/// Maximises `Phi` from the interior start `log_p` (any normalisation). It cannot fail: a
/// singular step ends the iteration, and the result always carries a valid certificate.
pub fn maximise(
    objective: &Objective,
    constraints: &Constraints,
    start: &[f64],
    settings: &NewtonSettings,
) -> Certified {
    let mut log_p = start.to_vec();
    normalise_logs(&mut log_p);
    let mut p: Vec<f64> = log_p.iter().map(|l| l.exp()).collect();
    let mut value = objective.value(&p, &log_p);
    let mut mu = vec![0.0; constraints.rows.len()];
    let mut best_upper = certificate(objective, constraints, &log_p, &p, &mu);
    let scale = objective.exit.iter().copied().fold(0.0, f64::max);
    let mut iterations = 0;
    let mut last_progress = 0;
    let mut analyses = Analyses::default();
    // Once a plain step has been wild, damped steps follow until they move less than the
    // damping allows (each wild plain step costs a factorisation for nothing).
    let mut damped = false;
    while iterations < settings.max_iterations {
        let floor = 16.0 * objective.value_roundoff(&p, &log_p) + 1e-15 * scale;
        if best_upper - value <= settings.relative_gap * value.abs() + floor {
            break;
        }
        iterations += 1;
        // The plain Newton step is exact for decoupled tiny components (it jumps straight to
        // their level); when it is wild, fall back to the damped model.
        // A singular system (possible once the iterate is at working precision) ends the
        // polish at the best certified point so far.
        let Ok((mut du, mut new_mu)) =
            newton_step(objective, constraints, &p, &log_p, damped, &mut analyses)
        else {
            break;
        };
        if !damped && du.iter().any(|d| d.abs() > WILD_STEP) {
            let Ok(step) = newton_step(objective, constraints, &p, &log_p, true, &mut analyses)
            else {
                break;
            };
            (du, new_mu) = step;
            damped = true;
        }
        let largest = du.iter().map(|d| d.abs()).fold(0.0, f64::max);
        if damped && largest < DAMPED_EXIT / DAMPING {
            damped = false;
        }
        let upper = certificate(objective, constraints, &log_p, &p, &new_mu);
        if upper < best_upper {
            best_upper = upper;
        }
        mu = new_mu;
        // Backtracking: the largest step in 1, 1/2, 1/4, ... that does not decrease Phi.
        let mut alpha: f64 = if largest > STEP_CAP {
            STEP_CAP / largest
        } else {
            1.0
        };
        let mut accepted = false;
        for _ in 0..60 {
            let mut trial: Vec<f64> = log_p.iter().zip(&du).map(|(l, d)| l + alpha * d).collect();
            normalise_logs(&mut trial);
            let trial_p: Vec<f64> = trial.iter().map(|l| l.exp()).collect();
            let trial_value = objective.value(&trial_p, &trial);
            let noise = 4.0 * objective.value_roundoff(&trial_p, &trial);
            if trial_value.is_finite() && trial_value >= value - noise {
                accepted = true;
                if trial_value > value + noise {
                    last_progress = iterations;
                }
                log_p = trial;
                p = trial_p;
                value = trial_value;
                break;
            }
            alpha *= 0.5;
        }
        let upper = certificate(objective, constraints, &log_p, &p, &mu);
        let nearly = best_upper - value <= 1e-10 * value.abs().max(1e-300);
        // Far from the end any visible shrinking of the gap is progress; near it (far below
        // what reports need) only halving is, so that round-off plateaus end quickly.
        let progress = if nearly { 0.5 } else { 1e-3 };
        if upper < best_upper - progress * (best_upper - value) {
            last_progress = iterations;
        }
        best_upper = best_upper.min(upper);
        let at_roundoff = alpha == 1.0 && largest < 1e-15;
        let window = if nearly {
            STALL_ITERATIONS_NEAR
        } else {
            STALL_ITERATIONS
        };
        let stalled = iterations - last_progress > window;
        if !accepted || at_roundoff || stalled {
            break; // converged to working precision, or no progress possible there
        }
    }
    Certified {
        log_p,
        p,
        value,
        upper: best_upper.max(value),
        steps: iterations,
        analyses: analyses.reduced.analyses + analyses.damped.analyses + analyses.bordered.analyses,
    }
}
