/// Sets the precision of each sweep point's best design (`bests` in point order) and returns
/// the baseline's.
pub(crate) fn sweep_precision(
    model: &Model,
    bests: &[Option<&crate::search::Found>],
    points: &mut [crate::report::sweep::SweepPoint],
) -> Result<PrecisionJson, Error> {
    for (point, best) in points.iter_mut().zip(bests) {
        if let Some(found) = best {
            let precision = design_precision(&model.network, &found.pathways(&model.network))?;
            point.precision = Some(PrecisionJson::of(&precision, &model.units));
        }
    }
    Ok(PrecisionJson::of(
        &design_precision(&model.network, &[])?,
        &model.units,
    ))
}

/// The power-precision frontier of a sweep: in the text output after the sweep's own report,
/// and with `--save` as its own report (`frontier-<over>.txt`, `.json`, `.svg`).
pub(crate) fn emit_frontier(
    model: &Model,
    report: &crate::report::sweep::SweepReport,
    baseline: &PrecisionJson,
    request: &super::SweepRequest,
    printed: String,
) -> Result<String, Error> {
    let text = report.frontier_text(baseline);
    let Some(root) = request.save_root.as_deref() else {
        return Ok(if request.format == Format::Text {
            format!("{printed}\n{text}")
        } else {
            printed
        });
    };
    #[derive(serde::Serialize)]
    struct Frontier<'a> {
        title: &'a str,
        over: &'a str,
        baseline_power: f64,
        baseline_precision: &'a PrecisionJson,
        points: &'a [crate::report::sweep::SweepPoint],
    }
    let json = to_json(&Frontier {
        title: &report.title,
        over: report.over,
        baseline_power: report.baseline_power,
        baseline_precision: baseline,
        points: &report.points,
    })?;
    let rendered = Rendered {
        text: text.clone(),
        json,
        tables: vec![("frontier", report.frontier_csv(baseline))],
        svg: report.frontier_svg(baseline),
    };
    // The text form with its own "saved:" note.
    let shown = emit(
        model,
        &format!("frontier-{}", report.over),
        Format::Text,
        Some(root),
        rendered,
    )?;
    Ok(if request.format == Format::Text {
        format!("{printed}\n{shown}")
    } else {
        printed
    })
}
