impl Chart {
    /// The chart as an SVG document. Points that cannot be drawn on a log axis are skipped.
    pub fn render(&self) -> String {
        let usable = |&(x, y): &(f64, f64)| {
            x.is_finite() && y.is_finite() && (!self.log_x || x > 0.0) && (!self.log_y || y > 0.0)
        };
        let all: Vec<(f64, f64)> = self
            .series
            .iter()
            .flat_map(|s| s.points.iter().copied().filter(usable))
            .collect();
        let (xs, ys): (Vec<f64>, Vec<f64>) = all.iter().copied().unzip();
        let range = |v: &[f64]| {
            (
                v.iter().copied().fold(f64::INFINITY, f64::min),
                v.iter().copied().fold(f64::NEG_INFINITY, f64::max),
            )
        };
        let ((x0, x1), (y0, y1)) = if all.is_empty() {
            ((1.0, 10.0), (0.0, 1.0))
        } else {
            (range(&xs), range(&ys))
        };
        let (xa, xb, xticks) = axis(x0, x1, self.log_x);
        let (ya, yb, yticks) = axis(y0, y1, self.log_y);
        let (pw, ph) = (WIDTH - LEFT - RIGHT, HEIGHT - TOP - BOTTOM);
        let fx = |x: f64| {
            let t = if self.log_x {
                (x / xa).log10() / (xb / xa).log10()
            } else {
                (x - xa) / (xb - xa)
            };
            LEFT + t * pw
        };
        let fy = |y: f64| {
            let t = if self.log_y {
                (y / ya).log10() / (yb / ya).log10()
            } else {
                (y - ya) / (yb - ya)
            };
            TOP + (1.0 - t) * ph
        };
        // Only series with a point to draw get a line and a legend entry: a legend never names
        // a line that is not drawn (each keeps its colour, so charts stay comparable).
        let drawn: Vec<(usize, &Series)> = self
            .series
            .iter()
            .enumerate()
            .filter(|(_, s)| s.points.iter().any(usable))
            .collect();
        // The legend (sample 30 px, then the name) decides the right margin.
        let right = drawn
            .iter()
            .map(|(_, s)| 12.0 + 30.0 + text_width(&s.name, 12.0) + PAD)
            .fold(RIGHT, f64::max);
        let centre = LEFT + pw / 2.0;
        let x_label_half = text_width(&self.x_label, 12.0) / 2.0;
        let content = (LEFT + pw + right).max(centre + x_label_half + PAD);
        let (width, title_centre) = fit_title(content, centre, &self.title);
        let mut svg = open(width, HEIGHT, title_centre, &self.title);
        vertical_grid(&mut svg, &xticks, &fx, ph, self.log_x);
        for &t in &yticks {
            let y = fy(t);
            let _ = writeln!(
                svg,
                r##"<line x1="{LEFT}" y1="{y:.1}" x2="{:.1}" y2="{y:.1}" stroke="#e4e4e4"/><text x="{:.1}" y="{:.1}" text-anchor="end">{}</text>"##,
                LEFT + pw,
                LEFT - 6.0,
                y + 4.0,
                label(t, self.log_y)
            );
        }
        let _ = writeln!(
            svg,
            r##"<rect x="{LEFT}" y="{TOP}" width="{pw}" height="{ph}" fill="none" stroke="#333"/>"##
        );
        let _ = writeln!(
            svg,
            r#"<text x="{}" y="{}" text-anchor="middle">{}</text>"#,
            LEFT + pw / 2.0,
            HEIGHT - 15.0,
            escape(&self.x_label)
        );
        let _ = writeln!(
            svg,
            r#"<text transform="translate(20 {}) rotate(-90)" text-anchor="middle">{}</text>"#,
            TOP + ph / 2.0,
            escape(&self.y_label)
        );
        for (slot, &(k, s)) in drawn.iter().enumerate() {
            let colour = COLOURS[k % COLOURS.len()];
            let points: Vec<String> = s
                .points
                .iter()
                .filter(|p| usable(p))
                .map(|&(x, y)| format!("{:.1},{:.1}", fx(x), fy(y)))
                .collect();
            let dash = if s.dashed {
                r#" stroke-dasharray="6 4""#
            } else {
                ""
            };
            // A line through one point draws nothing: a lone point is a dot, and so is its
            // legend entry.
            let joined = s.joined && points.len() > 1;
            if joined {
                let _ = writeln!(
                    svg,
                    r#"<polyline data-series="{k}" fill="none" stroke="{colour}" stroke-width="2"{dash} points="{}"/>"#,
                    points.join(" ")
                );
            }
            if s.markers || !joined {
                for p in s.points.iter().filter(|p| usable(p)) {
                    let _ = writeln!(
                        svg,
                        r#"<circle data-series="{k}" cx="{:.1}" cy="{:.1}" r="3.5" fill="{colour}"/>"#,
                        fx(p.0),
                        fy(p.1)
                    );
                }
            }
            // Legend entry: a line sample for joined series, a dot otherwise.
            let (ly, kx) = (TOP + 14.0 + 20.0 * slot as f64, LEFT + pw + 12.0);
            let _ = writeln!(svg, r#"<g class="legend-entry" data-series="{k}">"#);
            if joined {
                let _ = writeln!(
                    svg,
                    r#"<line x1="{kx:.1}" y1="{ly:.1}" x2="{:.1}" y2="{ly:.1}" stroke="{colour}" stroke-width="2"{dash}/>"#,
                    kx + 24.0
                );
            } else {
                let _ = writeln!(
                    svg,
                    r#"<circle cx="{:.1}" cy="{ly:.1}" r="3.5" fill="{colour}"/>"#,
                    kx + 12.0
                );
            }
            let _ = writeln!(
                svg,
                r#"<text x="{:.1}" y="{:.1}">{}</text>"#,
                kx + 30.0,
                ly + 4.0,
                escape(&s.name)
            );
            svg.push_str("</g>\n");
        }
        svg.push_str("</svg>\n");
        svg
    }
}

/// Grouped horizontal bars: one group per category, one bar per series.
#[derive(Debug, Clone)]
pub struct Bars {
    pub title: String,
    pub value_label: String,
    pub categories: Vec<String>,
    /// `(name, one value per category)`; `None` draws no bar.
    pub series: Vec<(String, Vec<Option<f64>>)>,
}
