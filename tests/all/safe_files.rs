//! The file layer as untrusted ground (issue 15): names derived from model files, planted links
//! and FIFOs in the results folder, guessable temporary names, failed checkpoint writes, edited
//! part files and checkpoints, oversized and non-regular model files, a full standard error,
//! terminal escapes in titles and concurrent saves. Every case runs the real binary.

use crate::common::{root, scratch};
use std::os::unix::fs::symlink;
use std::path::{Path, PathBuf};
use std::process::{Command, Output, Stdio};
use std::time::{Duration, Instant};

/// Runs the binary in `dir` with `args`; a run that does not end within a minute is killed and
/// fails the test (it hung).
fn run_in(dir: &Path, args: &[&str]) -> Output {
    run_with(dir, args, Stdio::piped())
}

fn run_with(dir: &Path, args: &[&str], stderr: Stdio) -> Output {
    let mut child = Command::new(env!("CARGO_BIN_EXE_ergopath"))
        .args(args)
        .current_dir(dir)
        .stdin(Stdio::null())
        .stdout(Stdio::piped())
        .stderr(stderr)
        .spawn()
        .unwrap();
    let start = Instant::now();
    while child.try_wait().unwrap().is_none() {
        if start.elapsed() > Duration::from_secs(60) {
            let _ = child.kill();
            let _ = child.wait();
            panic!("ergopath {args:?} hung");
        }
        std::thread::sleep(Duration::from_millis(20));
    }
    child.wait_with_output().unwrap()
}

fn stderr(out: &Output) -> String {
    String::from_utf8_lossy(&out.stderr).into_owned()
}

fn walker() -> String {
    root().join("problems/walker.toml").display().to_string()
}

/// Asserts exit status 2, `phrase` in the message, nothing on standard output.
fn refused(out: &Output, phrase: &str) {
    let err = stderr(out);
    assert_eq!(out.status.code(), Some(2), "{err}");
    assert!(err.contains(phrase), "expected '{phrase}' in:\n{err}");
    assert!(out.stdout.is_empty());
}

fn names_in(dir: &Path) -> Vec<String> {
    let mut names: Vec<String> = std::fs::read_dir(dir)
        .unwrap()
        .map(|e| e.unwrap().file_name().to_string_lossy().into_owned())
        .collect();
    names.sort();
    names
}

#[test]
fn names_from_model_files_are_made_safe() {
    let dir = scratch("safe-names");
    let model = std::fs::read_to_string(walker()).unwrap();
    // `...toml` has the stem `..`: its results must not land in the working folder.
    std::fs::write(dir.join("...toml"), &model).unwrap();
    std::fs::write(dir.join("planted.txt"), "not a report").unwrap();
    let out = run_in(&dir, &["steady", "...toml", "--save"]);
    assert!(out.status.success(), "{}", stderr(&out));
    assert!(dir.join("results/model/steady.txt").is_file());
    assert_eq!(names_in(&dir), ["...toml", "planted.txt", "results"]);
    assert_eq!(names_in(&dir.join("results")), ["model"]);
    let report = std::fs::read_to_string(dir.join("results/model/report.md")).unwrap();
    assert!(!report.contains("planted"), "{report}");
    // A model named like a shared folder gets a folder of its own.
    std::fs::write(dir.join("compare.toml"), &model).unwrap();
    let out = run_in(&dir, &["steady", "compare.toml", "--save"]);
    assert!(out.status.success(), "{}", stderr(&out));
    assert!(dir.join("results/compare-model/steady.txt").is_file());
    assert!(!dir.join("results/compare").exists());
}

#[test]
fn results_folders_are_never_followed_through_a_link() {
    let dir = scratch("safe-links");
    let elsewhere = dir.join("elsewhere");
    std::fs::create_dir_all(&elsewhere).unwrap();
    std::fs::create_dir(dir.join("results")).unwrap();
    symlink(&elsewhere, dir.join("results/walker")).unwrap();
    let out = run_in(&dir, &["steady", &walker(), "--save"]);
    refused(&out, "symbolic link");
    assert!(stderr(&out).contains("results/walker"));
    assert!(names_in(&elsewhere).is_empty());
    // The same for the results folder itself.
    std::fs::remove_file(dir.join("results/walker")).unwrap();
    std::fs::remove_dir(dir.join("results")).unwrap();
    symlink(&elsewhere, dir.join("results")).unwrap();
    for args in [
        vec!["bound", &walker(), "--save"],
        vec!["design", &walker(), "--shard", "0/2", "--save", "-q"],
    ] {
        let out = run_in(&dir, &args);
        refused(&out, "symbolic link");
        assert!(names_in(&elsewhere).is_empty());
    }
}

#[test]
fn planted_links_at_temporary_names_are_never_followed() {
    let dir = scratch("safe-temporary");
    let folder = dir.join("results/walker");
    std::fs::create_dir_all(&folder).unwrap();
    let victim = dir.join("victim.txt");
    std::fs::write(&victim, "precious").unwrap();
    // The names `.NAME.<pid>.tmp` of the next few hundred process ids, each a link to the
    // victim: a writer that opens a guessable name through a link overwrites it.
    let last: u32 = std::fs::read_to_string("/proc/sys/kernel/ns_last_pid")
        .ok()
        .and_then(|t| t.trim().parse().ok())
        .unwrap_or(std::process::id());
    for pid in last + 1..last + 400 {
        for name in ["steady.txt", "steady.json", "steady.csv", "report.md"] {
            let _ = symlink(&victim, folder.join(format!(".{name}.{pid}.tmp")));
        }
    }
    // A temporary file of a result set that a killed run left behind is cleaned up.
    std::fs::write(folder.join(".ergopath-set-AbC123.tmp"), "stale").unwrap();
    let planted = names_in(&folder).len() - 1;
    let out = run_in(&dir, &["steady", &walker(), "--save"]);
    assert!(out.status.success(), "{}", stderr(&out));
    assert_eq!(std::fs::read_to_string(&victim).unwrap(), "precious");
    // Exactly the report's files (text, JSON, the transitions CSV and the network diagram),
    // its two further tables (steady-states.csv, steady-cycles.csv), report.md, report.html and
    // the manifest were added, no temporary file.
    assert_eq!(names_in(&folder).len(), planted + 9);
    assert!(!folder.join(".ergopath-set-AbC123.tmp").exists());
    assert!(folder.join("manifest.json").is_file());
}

··········

About this task
An exact repetition of the material above is required, from its first line through the line holding "let mut analyses = Analyses::default();", with nothing added.

Exercise output
/// Maximises `Phi` from the interior start `log_p` (any normalisation). It cannot fail: a
/// singular step ends the iteration, and the result always carries a valid certificate.
pub fn maximise(
    objective: &Objective,
    constraints: &Constraints,
    start: &[f64],
    settings: &NewtonSettings,
) -> Certified {
    let mut log_p = start.to_vec();
    normalise_logs(&mut log_p);
    let mut p: Vec<f64> = log_p.iter().map(|l| l.exp()).collect();
    let mut value = objective.value(&p, &log_p);
    let mut mu = vec![0.0; constraints.rows.len()];
    let mut best_upper = certificate(objective, constraints, &log_p, &p, &mu);
    let scale = objective.exit.iter().copied().fold(0.0, f64::max);
    let mut iterations = 0;
    let mut last_progress = 0;
    let mut analyses = Analyses::default();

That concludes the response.